Step Hyp Ref Expression
1 bnj1497.1 
 |-  B = { d | ( d C_ A /\ A. x e. d _pred ( x , A , R ) C_ d ) }
2 bnj1497.2 
 |-  Y = <. x , ( f |` _pred ( x , A , R ) ) >.
3 bnj1497.3 
 |-  C = { f | E. d e. B ( f Fn d /\ A. x e. d ( f ` x ) = ( G ` Y ) ) }
4 3 bnj1317 
 |-  ( g e. C -> A. f g e. C )
5 4 nf5i 
 |-  F/ f g e. C
6 nfv 
 |-  F/ f Fun g
7 5 6 nfim 
 |-  F/ f ( g e. C -> Fun g )
8 eleq1w 
 |-  ( f = g -> ( f e. C <-> g e. C ) )
9 funeq 
 |-  ( f = g -> ( Fun f <-> Fun g ) )
10 8 9 imbi12d 
 |-  ( f = g -> ( ( f e. C -> Fun f ) <-> ( g e. C -> Fun g ) ) )
11 3 bnj1436 
 |-  ( f e. C -> E. d e. B ( f Fn d /\ A. x e. d ( f ` x ) = ( G ` Y ) ) )
12 11 bnj1299 
 |-  ( f e. C -> E. d e.

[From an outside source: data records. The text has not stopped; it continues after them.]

package org.sunder.stitching.solve;

import static org.junit.jupiter.api.Assertions.assertArrayEquals;
import static org.junit.jupiter.api.Assertions.assertEquals;
import static org.junit.jupiter.api.Assertions.assertThrows;
import static org.junit.jupiter.api.Assertions.assertTrue;

import java.nio.file.Path;
import java.util.Random;
import org.junit.jupiter.api.Test;
import org.junit.jupiter.api.io.TempDir;
import org.sunder.blockwise.SunderException;
import org.sunder.blockwise.grid.BlockGrid;
import org.sunder.blockwise.grid.IdLayout;
import org.sunder.blockwise.partition.agglomeration.AgglomerativeSolver;
import org.sunder.blockwise.partition.agglomeration.Linkage;
import org.sunder.blockwise.partition.mutex.MutexWatershedSolver;
import org.sunder.stitching.HierarchicalTissueTest;
import org.sunder.stitching.RandomReducedGraphs;

/**
 * The hierarchical solve gives exactly the single-level solve's partition: on random reduced
 * graphs with exact weights (ties everywhere) and noisy ones, with driver bounds that force one,
 * two or more levels, super-blocks of 2 and 3 blocks per axis.
 */
class HierarchicalSolverTest {

  @Test
  void mutexWatershedEqualsSingleLevelOnRandomGraphs() {
    Random random = new Random(13);
    int levelsSeen = 0;
    for (int trial = 0; trial < 400; trial++) {
      BlockGrid grid = RandomReducedGraphs.grid(2 + random.nextInt(6), 1 + random.nextInt(5),
          1 + random.nextInt(4));
      IdLayout layout = IdLayout.forGrid(grid);
      boolean exact = trial % 2 == 0;
      ReducedGraph graph = RandomReducedGraphs.graph(grid, layout, random, exact,
          2 + random.nextInt(12), 1 + random.nextInt(4));
      int[] expected = RandomReducedGraphs.canonical(new MutexWatershedSolver().clusters(graph));
      int factor = 2 + trial % 2;
      long bound = 1 + random.nextInt(Math.max(1, 2 * graph.edges().size() / 3));
      HierarchicalSolver solver = fitting(new MutexPartSolver(), graph,
          new SuperBlocks(grid, layout, factor), bound, 4);
      int[] actual = RandomReducedGraphs.canonical(solver.clusters(graph));
      assertArrayEquals(expected, actual, "trial " + trial + (exact ? " exact" : " noisy")
          + ", grid " + java.util.Arrays.toString(grid.gridShape()) + ", bound " + bound);
      levelsSeen = Math.max(levelsSeen, solver.lastResult().levels().size());
    }
    assertTrue(levelsSeen >= 2, "most levels in one run: " + levelsSeen);
  }

  @Test
  void linkageAgglomerationEqualsSingleLevelOnRandomGraphs() {
    Random random = new Random(31);
    long settledBelowDriver = 0;
    for (int trial = 0; trial < 300; trial++) {
      Linkage linkage = Linkage.values()[trial % Linkage.values().length];
      boolean constraints = trial / 5 % 2 == 1 && linkage != Linkage.ABS_MAX;
      double threshold = constraints ? 0 : trial / 10 % 3 == 0 ? 0 : random.nextGaussian() * 0.3;
      BlockGrid grid = RandomReducedGraphs.grid(2 + random.nextInt(5), 1 + random.nextInt(4),
          1 + random.nextInt(3));
      IdLayout layout = IdLayout.forGrid(grid);
      boolean exact = trial / 30 % 2 == 0;
      ReducedGraph graph = RandomReducedGraphs.graph(grid, layout, random, exact,
          2 + random.nextInt(10), 1 + random.nextInt(4));
      int[] expected = RandomReducedGraphs.canonical(
          new AgglomerativeSolver(linkage, constraints, threshold, "reference").clusters(graph));
      SuperBlocks superBlocks = new SuperBlocks(grid, layout, 2 + trial % 2);
      LinkagePartSolver parts = new LinkagePartSolver(linkage, constraints, threshold);
      long bound = 1 + random.nextInt(Math.max(1, graph.edges().size()));
      HierarchicalSolver solver = fitting(parts, graph, superBlocks, 4 * bound, 4);
      int[] actual = RandomReducedGraphs.canonical(solver.clusters(graph));
      String what = "trial " + trial + " " + linkage + (constraints ? " constrained" : "")
          + " threshold " + threshold + (exact ? " exact" : " noisy") + ", levels "
          + solver.lastResult().levels();
      assertArrayEquals(expected, actual, what);
      for (HierarchicalSolve.LevelFigures f : solver.lastResult().levels()) {
        settledBelowDriver += f.decidedEdges();
      }
    }
    assertTrue(settledBelowDriver > 0, "no part settled anything below the driver");
  }

  /**
   * A solver with the smallest bound, from {@code bound} up by factors of {@code growth}, for
   * which the last level's rest fits (below that the solve stops with a clear error, checked
   * here).
   */
  static HierarchicalSolver fitting(PartSolver parts, ReducedGraph graph,
      SuperBlocks superBlocks, long bound, int growth) {
    while (true) {
      HierarchicalSolver solver = new HierarchicalSolver(parts, superBlocks, bound, null);
      try {
        solver.clusters(graph);
        return solver;
      } catch (SunderException tooLarge) {
        assertTrue(tooLarge.getMessage().contains("solve.maxDriverEdges = " + bound),
            tooLarge.getMessage());
        bound *= growth;
      }
    }
  }

  @Test
  void edgeFilesInTheWorkDirGiveTheSameResult(@TempDir Path dir) {
    Random random = new Random(17);
    BlockGrid grid = RandomReducedGraphs.grid(6, 5, 3);
    IdLayout layout = IdLayout.forGrid(grid);
    ReducedGraph graph = RandomReducedGraphs.graph(grid, layout, random, false, 10, 3);
    SuperBlocks superBlocks = new SuperBlocks(grid, layout, 2);
    long bound = HierarchicalTissueTest.boundForLevels(graph, superBlocks,
        HierarchicalSolver.mutexEdges(graph).size(), 3);
    HierarchicalSolver inMemory = new HierarchicalSolver(new MutexPartSolver(), superBlocks,
        bound, null);
    HierarchicalSolver onDisk = new HierarchicalSolver(new MutexPartSolver(), superBlocks,
        bound, dir);
    assertArrayEquals(inMemory.clusters(graph), onDisk.clusters(graph));
    assertTrue(dir.resolve("level-1").toFile().list().length > 0);
    HierarchicalSolve.Result figures = onDisk.lastResult();
    assertTrue(figures.levels().size() >= 2, "levels: " + figures.levels());
    assertTrue(figures.levels().get(0).decidedEdges() > 0, "level 1 settled nothing");
  }

  @Test
  void aMethodWithoutALevelSolveOverTheBoundIsAClearError() {
    HierarchicalSolve.requireDriverFits("fragments-agglomeration", 100, 100);
    SunderException error = assertThrows(SunderException.class,
        () -> HierarchicalSolve.requireDriverFits("fragments-agglomeration", 101, 100));
    assertTrue(error.getMessage().contains("fragments-agglomeration")
        && error.getMessage().contains("101 edges")
        && error.getMessage().contains("solve.maxDriverEdges = 100"), error.getMessage());
  }

  @Test
  void aSingleSuperBlockOverTheBoundIsAClearError() {
    Random random = new Random(5);
    BlockGrid grid = RandomReducedGraphs.grid(2, 2, 1);
    IdLayout layout = IdLayout.forGrid(grid);
    ReducedGraph graph = RandomReducedGraphs.graph(grid, layout, random, false, 8, 3);
    HierarchicalSolver solver = new HierarchicalSolver(new MutexPartSolver(),
        new SuperBlocks(grid, layout, 2), 1, null);
    SunderException error = assertThrows(SunderException.class, () -> solver.clusters(graph));
    assertTrue(error.getMessage().contains("solve.maxDriverEdges = 1"), error.getMessage());
  }
}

B f Fn d )
13 fnfun 
 |-  ( f Fn d -> Fun f )
14 12 13 bnj31 
 |-  ( f e. C -> E. d e. B Fun f )
15 14 bnj1265 
 |-  ( f e. C -> Fun f )
16 7 10 15 chvarfv 
 |-  ( g e. C -> Fun g )
17 16 rgen 
 |-  A. g e. C Fun g